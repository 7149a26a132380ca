/* Builtins for the asymptotic analysis of exact sequences: ratios, diffs,
   richardson and fitexp (all exact), and the table builtins_toolkit, which
   also lists the numerical builtins of toolkit_numeric.c and the plot of
   toolkit_svg.c. Sequences are lists of numbers; item i of a list is a_{n0+i-1}. */
#include <stdlib.h>
#include <string.h>

#include <flint/fmpq_mat.h>
#include <flint/fmpz_vec.h>

#include "builtins.h"
#include "util.h"
#include "eval.h"
#include "failure.h"

/* toolkit_numeric.c */
value *toolkit_ball(interp *I, const node *call, value **args);
value *toolkit_recognise(interp *I, const node *call, value **args);
value *toolkit_j0_zero(interp *I, const node *call, value **args);
value *toolkit_j1(interp *I, const node *call, value **args);
value *toolkit_mz_constant(interp *I, const node *call, value **args);
/* toolkit_real.c: the same on lists holding reals or decimal strings */
int toolkit_list_is_real(const value *xs);
value *toolkit_real_step(interp *I, const node *call, const value *xs, int op);
value *toolkit_real_richardson(interp *I, const node *call, const value *xs, slong k, slong n0);
value *toolkit_real_fitexp(interp *I, const node *call, const value *xs, slong K, slong first, slong n_first);
/* toolkit_svg.c */
value *toolkit_svgplot(interp *I, const node *call, value **args);

/* Largest order / number of fitted coefficients: order 300 on 600 terms of
   (1+1/n)^n already takes a minute and a half, far beyond any useful fit. */
#define TOOLKIT_MAX_ORDER 200

/* Checks that argument i is a list of at least min numbers (V_NUM).
   Returns it, or NULL after naming the offending item or the short length. */
static const value *toolkit_get_numlist(const node *call, value **args, int i, slong min)
{
    const value *v = args[i];
    if (v->kind != V_LIST)
        return builtin_fail_at(call, i, "expected a list of numbers here, such as [1, 2, 3] or seq_{n=1..9} n^2");
    for (slong j = 0; j < v->len; j++)
        if (v->items[j]->kind != V_NUM) {
            char *msg = xasprintf("item %ld of this list is a %s, expected a number", (long)(j + 1),
                                  value_kind_name(v->items[j]));
            builtin_fail_at(call, i, msg);
            free(msg);
            return NULL;
        }
    if (v->len < min) {
        char *msg = xasprintf("this list has %ld item%s, at least %ld needed", (long)v->len,
                              v->len == 1 ? "" : "s", (long)min);
        builtin_fail_at(call, i, msg);
        free(msg);
        return NULL;
    }
    return v;
}

/* ratios(xs): [x_2/x_1, x_3/x_2, ...], exact. Powers of pi divide always;
   items with variables are divided only when the quotient is again a polynomial. */
static value *toolkit_ratios(interp *I, const node *call, value **args)
{
    if (toolkit_list_is_real(args[0]))
        return toolkit_real_step(I, call, args[0], 0);
    const value *xs = toolkit_get_numlist(call, args, 0, 1);
    if (!xs)
        return NULL;
    value *r = value_new_list(xs->len - 1, &I->ring);
    for (slong i = 0; i + 1 < xs->len; i++) {
        const fmpq_mpoly_struct *a = xs->items[i + 1]->num, *b = xs->items[i]->num;
        char *msg = NULL;
        /* fmpq_mpoly_divides aborts on a zero divisor: test first */
        if (fmpq_mpoly_is_zero(b, I->ring.ctx))
            msg = xasprintf("xs[%ld] is zero, so xs[%ld]/xs[%ld] is undefined", (long)(i + 1), (long)(i + 2),
                            (long)(i + 1));
        r->items[i] = value_new_num(&I->ring);
        if (!msg && !scalar_div(r->items[i]->num, a, b, &I->ring))
            msg = xasprintf("xs[%ld]/xs[%ld] is not a polynomial in the variables (Laurent in pi)", (long)(i + 2),
                            (long)(i + 1));
        if (msg) {
            builtin_fail_at(call, 0, msg);
            free(msg);
            value_release(r);
            return NULL;
        }
    }
    return r;
}

/* diffs(xs): [x_2 - x_1, x_3 - x_2, ...], exact for any numbers. */
static value *toolkit_diffs(interp *I, const node *call, value **args)
{
    if (toolkit_list_is_real(args[0]))
        return toolkit_real_step(I, call, args[0], 1);
    const value *xs = toolkit_get_numlist(call, args, 0, 1);
    if (!xs)
        return NULL;
    value *r = value_new_list(xs->len - 1, &I->ring);
    for (slong i = 0; i + 1 < xs->len; i++) {
        r->items[i] = value_new_num(&I->ring);
        fmpq_mpoly_sub(r->items[i]->num, xs->items[i + 1]->num, xs->items[i]->num, I->ring.ctx);
    }
    return r;
}

/* P[m] = (n0+m)^k for m = 0..len-1 and B[j] = (-1)^(k+j) binomial(k, j): the
   weight of a_{n+j} in R_n is B[j] P[n+j-n0] / k!, so each power is made once. */
static void toolkit_richardson_tables(fmpz *P, fmpz *B, slong len, slong k, slong n0)
{
    for (slong m = 0; m < len; m++) {
        fmpz_set_si(P + m, n0 + m);
        fmpz_pow_ui(P + m, P + m, (ulong)k);
    }
    for (slong j = 0; j <= k; j++) {
        fmpz_bin_uiui(B + j, (ulong)k, (ulong)j);
        if ((k + j) % 2)
            fmpz_neg(B + j, B + j);
    }
}

/* Reads the order / count argument i (lo..TOOLKIT_MAX_ORDER) and the starting
   index argument j (n0 >= 1, since the expansions are in powers of 1/n). */
static int toolkit_get_order_start(interp *I, const node *call, value **args, int i, slong lo, slong *k, int j,
                                   slong *n0)
{
    if (!builtin_get_slong(I, call, args, i, lo, TOOLKIT_MAX_ORDER, k)
        || !builtin_get_slong(I, call, args, j, WORD_MIN / 4, WORD_MAX / 4, n0))
        return 0;
    if (*n0 >= 1)
        return 1;
    builtin_fail_at(call, j, "the index n0 of the first term must be at least 1 (the expansion is in powers of 1/n)");
    return 0;
}

/* Sets r = k! R_n for the row starting at position i of xs (integer weights,
   one division by k! at the end). */
static void toolkit_richardson_row(fmpq_mpoly_t r, const value *xs, slong i, slong k, const fmpz *P, const fmpz *B,
                                   const fmpq_mpoly_ctx_t ctx)
{
    fmpz_t w;
    fmpq_mpoly_t t;
    fmpz_init(w);
    fmpq_mpoly_init(t, ctx);
    for (slong j = 0; j <= k; j++) {
        fmpz_mul(w, B + j, P + i + j);
        fmpq_mpoly_scalar_mul_fmpz(t, xs->items[i + j]->num, w, ctx);
        fmpq_mpoly_add(r, r, t, ctx);
    }
    fmpq_mpoly_clear(t, ctx);
    fmpz_clear(w);
}

/* richardson(xs, k, n0): R^(k)_n = sum_{j=0}^k (-1)^(k+j) (n+j)^k a_{n+j} / (j!(k-j)!)
   for every n with a_{n+k} in the list; exact, and equal to a when
   a_n = a + b_1/n + ... + b_k/n^k exactly. */
static value *toolkit_richardson(interp *I, const node *call, value **args)
{
    slong k, n0;
    int real = toolkit_list_is_real(args[0]);
    const value *xs = real ? args[0] : toolkit_get_numlist(call, args, 0, 1);
    if (!xs || !toolkit_get_order_start(I, call, args, 1, 0, &k, 2, &n0))
        return NULL;
    if (xs->len <= k) {
        char *msg = xasprintf("order %ld needs at least %ld terms, the list has %ld", (long)k, (long)(k + 1),
                              (long)xs->len);
        builtin_fail_at(call, 0, msg);
        free(msg);
        return NULL;
    }
    if (real)
        return toolkit_real_richardson(I, call, xs, k, n0);
    value *r = value_new_list(xs->len - k, &I->ring);
    fmpz *P = _fmpz_vec_init(xs->len), *B = _fmpz_vec_init(k + 1);
    fmpz_t kfac;
    fmpz_init(kfac);
    fmpz_fac_ui(kfac, (ulong)k);
    toolkit_richardson_tables(P, B, xs->len, k, n0);
    for (slong i = 0; i < r->len && !failure_cancelled(call); i++) {
        r->items[i] = value_new_num(&I->ring);
        toolkit_richardson_row(r->items[i]->num, xs, i, k, P, B, I->ring.ctx);
        fmpq_mpoly_scalar_div_fmpz(r->items[i]->num, r->items[i]->num, kfac, I->ring.ctx);
    }
    _fmpz_vec_clear(P, xs->len);
    _fmpz_vec_clear(B, k + 1);
    fmpz_clear(kfac);
    if (r->len > 0 && !r->items[r->len - 1]) {
        value_release(r);
        return NULL;
    }
    return r;
}

/* Sets M to the K x K matrix M_ij = 1/n_i^j, n_i = n_first + i (all n_i >= 1):
   row i says c_0 + c_1/n_i + ... + c_{K-1}/n_i^{K-1} = a_{n_i}. */
static void toolkit_fit_matrix(fmpq_mat_t M, slong K, slong n_first)
{
    for (slong i = 0; i < K; i++)
        for (slong j = 0; j < K; j++) {
            fmpq *e = fmpq_mat_entry(M, i, j);
            fmpz_one(fmpq_numref(e));
            fmpz_set_si(fmpq_denref(e), n_first + i);
            fmpz_pow_ui(fmpq_denref(e), fmpq_denref(e), (ulong)j);
        }
}

/* The distinct monomials of a list of polynomials (exponent vectors of
   nvars entries each), so that polynomial data become columns of rationals. */
typedef struct {
    slong n, alloc, nvars;
    ulong *exp; /* n vectors, owned */
} toolkit_monos;

/* Returns the column of monomial e, appending it when new. */
static slong toolkit_monos_find(toolkit_monos *m, const ulong *e)
{
    for (slong c = 0; c < m->n; c++)
        if (memcmp(m->exp + c * m->nvars, e, (size_t)m->nvars * sizeof(ulong)) == 0)
            return c;
    if (m->n == m->alloc) {
        m->alloc = 2 * m->alloc + 4;
        m->exp = xrealloc(m->exp, (size_t)(m->alloc * m->nvars) * sizeof(ulong));
    }
    memcpy(m->exp + m->n * m->nvars, e, (size_t)m->nvars * sizeof(ulong));
    return m->n++;
}

/* Collects the monomials of items first..first+K-1 of xs into m. */
static void toolkit_monos_collect(toolkit_monos *m, const value *xs, slong first, slong K,
                                  const fmpq_mpoly_ctx_t ctx)
{
    ulong *e = xcalloc((size_t)m->nvars, sizeof(ulong));
    for (slong i = first; i < first + K; i++)
        for (slong t = 0; t < fmpq_mpoly_length(xs->items[i]->num, ctx); t++) {
            fmpq_mpoly_get_term_exp_ui(e, xs->items[i]->num, t, ctx);
            toolkit_monos_find(m, e);
        }
    free(e);
}

/* Sets item j of r to c_j = sum_c X[j][c] monomial_c. */
static void toolkit_fit_assemble(value *r, const fmpq_mat_t X, const toolkit_monos *m, const scalar_ring *R)
{
    for (slong j = 0; j < r->len; j++) {
        r->items[j] = value_new_num(R);
        for (slong c = 0; c < m->n; c++)
            fmpq_mpoly_set_coeff_fmpq_ui(r->items[j]->num, fmpq_mat_entry(X, j, c), m->exp + c * m->nvars, R->ctx);
    }
}

/* Solves M X = B, B[i][c] the coefficient of monomial c in the i-th sampled
   term (first + i in xs), and fills r (K items). Returns 0 when FLINT finds
   M singular (it cannot be: the n_i are distinct and nonzero). */
static int toolkit_fit_solve(value *r, const value *xs, slong first, slong n_first, const scalar_ring *R)
{
    slong K = r->len;
    toolkit_monos m = {0, 0, fmpq_mpoly_ctx_nvars(R->ctx), NULL};
    toolkit_monos_collect(&m, xs, first, K, R->ctx);
    fmpq_mat_t M, B, X;
    fmpq_mat_init(M, K, K);
    fmpq_mat_init(B, K, m.n);
    fmpq_mat_init(X, K, m.n);
    toolkit_fit_matrix(M, K, n_first);
    for (slong i = 0; i < K; i++)
        for (slong c = 0; c < m.n; c++)
            fmpq_mpoly_get_coeff_fmpq_ui(fmpq_mat_entry(B, i, c), xs->items[first + i]->num, m.exp + c * m.nvars,
                                         R->ctx);
    /* with no monomial at all (every term zero) there is nothing to solve */
    int ok = m.n == 0 || fmpq_mat_solve(X, M, B);
    if (ok)
        toolkit_fit_assemble(r, X, &m, R);
    fmpq_mat_clear(M);
    fmpq_mat_clear(B);
    fmpq_mat_clear(X);
    free(m.exp);
    return ok;
}

/* fitexp(xs, n0, K): c_0..c_{K-1} with c_0 + c_1/n + ... + c_{K-1}/n^{K-1} = a_n
   at the last K terms, i.e. the solution of the K x K Vandermonde system in 1/n. */
static value *toolkit_fitexp(interp *I, const node *call, value **args)
{
    slong K, n0;
    int real = toolkit_list_is_real(args[0]);
    const value *xs = real ? args[0] : toolkit_get_numlist(call, args, 0, 1);
    if (!xs || !toolkit_get_order_start(I, call, args, 2, 1, &K, 1, &n0))
        return NULL;
    if (xs->len < K) {
        char *msg = xasprintf("fitting %ld coefficients needs %ld terms, the list has %ld", (long)K, (long)K,
                              (long)xs->len);
        builtin_fail_at(call, 0, msg);
        free(msg);
        return NULL;
    }
    slong first = xs->len - K; /* 0-based position of the first sampled term */
    if (real)
        return toolkit_real_fitexp(I, call, xs, K, first, n0 + first);
    value *r = value_new_list(K, &I->ring);
    if (toolkit_fit_solve(r, xs, first, n0 + first, &I->ring))
        return r;
    value_release(r);
    return builtin_fail_at(call, 2, "the system of the fit is singular");
}

const builtin builtins_toolkit[] = {
    {"ratios", 1, toolkit_ratios, "ratios(xs): [xs[2]/xs[1], xs[3]/xs[2], ...]"},
    {"diffs", 1, toolkit_diffs, "diffs(xs): [xs[2] - xs[1], xs[3] - xs[2], ...]"},
    {"richardson", 3, toolkit_richardson, "richardson(xs, k, n0): order-k extrapolation, xs[1] = a_{n0}"},
    {"fitexp", 3, toolkit_fitexp, "fitexp(xs, n0, K): c_0..c_{K-1} of a_n = sum c_j/n^j at the last K terms"},
    {"ball", 2, toolkit_ball, "ball(x, digits): x as an Arb ball \"[mid +/- rad]\""},
    {"recognise", 3, toolkit_recognise, "recognise(x, basis, digits): x as a rational combination of the basis"},
    {"bessel_j0_zero", 1, toolkit_j0_zero, "bessel_j0_zero(digits): the first positive zero of J_0"},
    {"bessel_j1", 2, toolkit_j1, "bessel_j1(x, digits): J_1(x) for x in Q[pi] or a decimal string"},
    {"mz_constant", 1, toolkit_mz_constant, "mz_constant(digits): 2/(x_0 J_1(x_0)), x_0 the first zero of J_0"},
    {"svgplot", 3, toolkit_svgplot, "svgplot(\"file.svg\", series, options)"},
    {NULL, 0, NULL, NULL},
};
======
:: Exercise description ::
Reproduce, exactly as they stand in the data above, the lines from the one that holds "decimal strings */" to the one that holds "value *toolkit_real_richardson(interp *I, const", inclusive.

:: Your solution ::
/* toolkit_real.c: the same on lists holding reals or decimal strings */
int toolkit_list_is_real(const value *xs);
value *toolkit_real_step(interp *I, const node *call, const value *xs, int op);
value *toolkit_real_richardson(interp *I, const node *call, const value *xs, slong k, slong n0);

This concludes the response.